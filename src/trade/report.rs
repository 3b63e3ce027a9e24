//! What `trade` prints and writes: the catalogue in brief, the rules broken and
//! how often, the Pareto set, the lightest combination meeting every
//! requirement, the ranking, and "what would it take" per property. Assembled
//! here so the binary only prints it; the same facts as JSON and as HTML
//! sections for the `run` report.

use super::evaluate::{Evaluated, Metrics, Outcome, HOLD_TIME_NOT_COMPUTED};
use super::rules::{Breach, Rule};
use super::study::{Method, Study};
use super::what_it_takes::{Least, WhatItTakes};
use super::{plots, Catalogue};
use crate::analysis::CAUTIONS;
use crate::export::bundle::OutputFile;
use crate::export::html::{Block, Figure, Section, Table};
use crate::export::plots::{svg_to_png, PlotSettings};
use crate::model::Design;
use serde::Serialize;
use std::fmt::Write;

/// Rows of the ranking shown.
pub const RANKED_SHOWN: usize = 15;
/// Rejected combinations shown as examples per rule.
pub const EXAMPLES_PER_RULE: usize = 2;

/// One combination as the report lists it.
#[derive(Debug, Clone, Serialize)]
pub struct Row {
    /// Number in catalogue order (from 0).
    pub index: u64,
    /// The parts in words.
    pub parts: String,
    /// Whether it is in the Pareto set.
    pub pareto: bool,
    /// Its figures.
    pub metrics: Metrics,
}

/// How often a rule rejected a combination, with an example.
#[derive(Debug, Clone, Serialize)]
pub struct RuleCount {
    /// The rule's name.
    pub rule: &'static str,
    /// Combinations that broke it.
    pub count: usize,
    /// Examples: the parts and what was compared.
    pub examples: Vec<(String, String)>,
}

/// The whole trade report.
#[derive(Debug, Clone, Serialize)]
pub struct TradeReport {
    /// Layout name.
    pub layout: String,
    /// Parts list name.
    pub parts: String,
    /// Currency of the prices.
    pub currency: String,
    /// Entries per list: valves, regulators, set pressures, tanks, then hole groups.
    pub list_sizes: Vec<(String, usize)>,
    /// Combinations in the catalogue.
    pub combinations: u64,
    /// How they were chosen.
    pub method: Method,
    /// Combinations evaluated.
    pub evaluated: usize,
    /// Combinations that broke no rule.
    pub accepted: usize,
    /// Of those, how many meet every requirement.
    pub meeting: usize,
    /// Rule counts, in rule order.
    pub rejections: Vec<RuleCount>,
    /// The Pareto set, in listing order.
    pub pareto: Vec<Row>,
    /// The lightest combination meeting every requirement.
    pub lightest: Option<Row>,
    /// The first rows of the ranking.
    pub ranked: Vec<Row>,
    /// Whether hold time took part; when not, why.
    pub hold_time: String,
    /// "What would it take", per property.
    pub what_it_takes: Vec<WhatItTakes>,
    /// The combination "what would it take" holds fixed.
    pub what_it_takes_basis: Option<String>,
    /// How the study ranks, in words.
    pub ranking_rules: Vec<&'static str>,
    /// Safety cautions.
    pub cautions: Vec<&'static str>,
}

/// How the study ranks, as every report states it.
pub const RANKING_RULES: [&str; 5] = [
    "combinations that break a rule are rejected and not ranked",
    "compared: worst margin (higher is better), gas for the manoeuvre list, system mass, price and peak coil current (lower is better), and hold time once the simulation gives it; each rounded first (margin 1e-6, gas 1 µg, mass 1 mg, price 0.0001, current 1 µA)",
    "Pareto set: no other accepted combination is at least as good on every count and better on one; equal combinations are all kept; listed by system mass, then price, then peak coil current, then worst margin (highest first), then manoeuvre gas, then catalogue order",
    "meeting every requirement: every margin at every flight state at least 1, and the manoeuvre list fits the usable gas after the reserve; lightest: least system mass, then price, then catalogue order",
    "ranking: combinations meeting every requirement first, lightest first (ties: price, then catalogue order); then the rest, highest worst margin first (ties: catalogue order)",
];

fn row(e: &Evaluated, pareto: bool) -> Option<Row> {
    Some(Row {
        index: e.index,
        parts: e.parts.clone(),
        pareto,
        metrics: e.metrics()?.clone(),
    })
}

/// Assemble the report.
pub fn trade_report(
    design: &Design,
    cat: &Catalogue,
    study: &Study,
    whats: &[WhatItTakes],
    basis: Option<usize>,
) -> TradeReport {
    let in_front = |i: usize| study.pareto.contains(&i);
    let accepted: Vec<usize> = (0..study.evaluated.len())
        .filter(|&i| study.evaluated[i].metrics().is_some())
        .collect();
    let meets = |i: usize| {
        study.evaluated[i]
            .metrics()
            .is_some_and(|m| m.meets_requirements)
    };
    let mut order = accepted.clone();
    order.sort_by(|&a, &b| {
        let (ma, mb) = (
            study.evaluated[a].metrics().expect("accepted"),
            study.evaluated[b].metrics().expect("accepted"),
        );
        meets(b)
            .cmp(&meets(a))
            .then_with(|| {
                if meets(a) {
                    ma.system_mass_kg
                        .total_cmp(&mb.system_mass_kg)
                        .then(ma.price.total_cmp(&mb.price))
                } else {
                    let w = |m: &Metrics| m.worst_margin.unwrap_or(f64::MAX);
                    w(mb).total_cmp(&w(ma))
                }
            })
            .then(study.evaluated[a].index.cmp(&study.evaluated[b].index))
    });
    let mut rejections = Vec::new();
    for (&rule, &count) in &study.rejections {
        let examples = study
            .evaluated
            .iter()
            .filter_map(|e| match &e.outcome {
                Outcome::Rejected { breaches } => breaches
                    .iter()
                    .find(|b| b.rule == rule)
                    .map(|b: &Breach| (e.parts.clone(), b.detail.clone())),
                Outcome::Accepted(_) => None,
            })
            .take(EXAMPLES_PER_RULE)
            .collect();
        rejections.push(RuleCount {
            rule: rule.name(),
            count,
            examples,
        });
    }
    let mut list_sizes = vec![
        ("valves".to_string(), cat.valves.len()),
        ("regulators".to_string(), cat.regulators.len()),
        (
            "set pressures".to_string(),
            cat.set_pressures_gauge_pa.len(),
        ),
        ("tanks".to_string(), cat.tanks.len()),
    ];
    list_sizes.extend(
        cat.holes
            .iter()
            .map(|h| (format!("hole sizes `{}`", h.name), h.diameters_m.len())),
    );
    TradeReport {
        layout: design.name.clone(),
        parts: cat.name.clone(),
        currency: cat.currency.clone(),
        list_sizes,
        combinations: study.combinations,
        method: study.method,
        evaluated: study.evaluated.len(),
        accepted: accepted.len(),
        meeting: accepted.iter().filter(|&&i| meets(i)).count(),
        rejections,
        pareto: study
            .pareto
            .iter()
            .filter_map(|&i| row(&study.evaluated[i], true))
            .collect(),
        lightest: study
            .lightest
            .and_then(|i| row(&study.evaluated[i], in_front(i))),
        ranked: order
            .iter()
            .take(RANKED_SHOWN)
            .filter_map(|&i| row(&study.evaluated[i], in_front(i)))
            .collect(),
        hold_time: if study.with_hold_time {
            "ranked (from the simulation)".to_string()
        } else {
            HOLD_TIME_NOT_COMPUTED.to_string()
        },
        what_it_takes: whats.to_vec(),
        what_it_takes_basis: basis.map(|i| study.evaluated[i].parts.clone()),
        ranking_rules: RANKING_RULES.to_vec(),
        cautions: CAUTIONS.to_vec(),
    }
}

fn grams(kg: Option<f64>) -> String {
    kg.map_or_else(
        || "no list".to_string(),
        |v| format!("{:.1} g", v * 1e3 + 0.0),
    )
}

fn margin(m: &Metrics) -> String {
    m.worst_margin
        .map_or_else(|| "none required".to_string(), |v| format!("{v:.2}"))
}

fn money(v: f64, currency: &str) -> String {
    if currency.is_empty() {
        format!("{:.2}", v + 0.0)
    } else {
        format!("{:.2} {currency}", v + 0.0)
    }
}

/// One line of figures for a combination.
pub fn figures(m: &Metrics, currency: &str) -> String {
    let gas = match (m.manoeuvre_gas_kg, m.available_gas_kg) {
        (Some(g), Some(a)) => format!(
            "manoeuvres {:.1} g of {:.1} g usable",
            g * 1e3 + 0.0,
            a * 1e3 + 0.0
        ),
        _ => "no manoeuvre list".to_string(),
    };
    format!(
        "worst margin {} ({}), {}, system mass {:.0} g, price {}, peak coil current {:.2} A{}",
        margin(m),
        m.worst_margin_at,
        gas,
        m.system_mass_kg * 1e3,
        money(m.price, currency),
        m.peak_coil_current_a,
        if m.meets_requirements {
            ", meets every requirement"
        } else {
            ""
        }
    )
}

/// A property value in the report's unit.
fn shown_value(w: &WhatItTakes, v: f64) -> String {
    let x = v * w.unit_scale + 0.0;
    let t = if x.abs() >= 100.0 {
        format!("{x:.0}")
    } else if x.abs() >= 1.0 {
        format!("{x:.3}")
    } else {
        format!("{x:.4}")
    };
    if w.unit.is_empty() {
        t
    } else {
        format!("{t} {}", w.unit)
    }
}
**********
**Directions for this task:**
Each line above that contains the string "valves" counts once; give the number of such lines and nothing more.

**Worked solution:**
2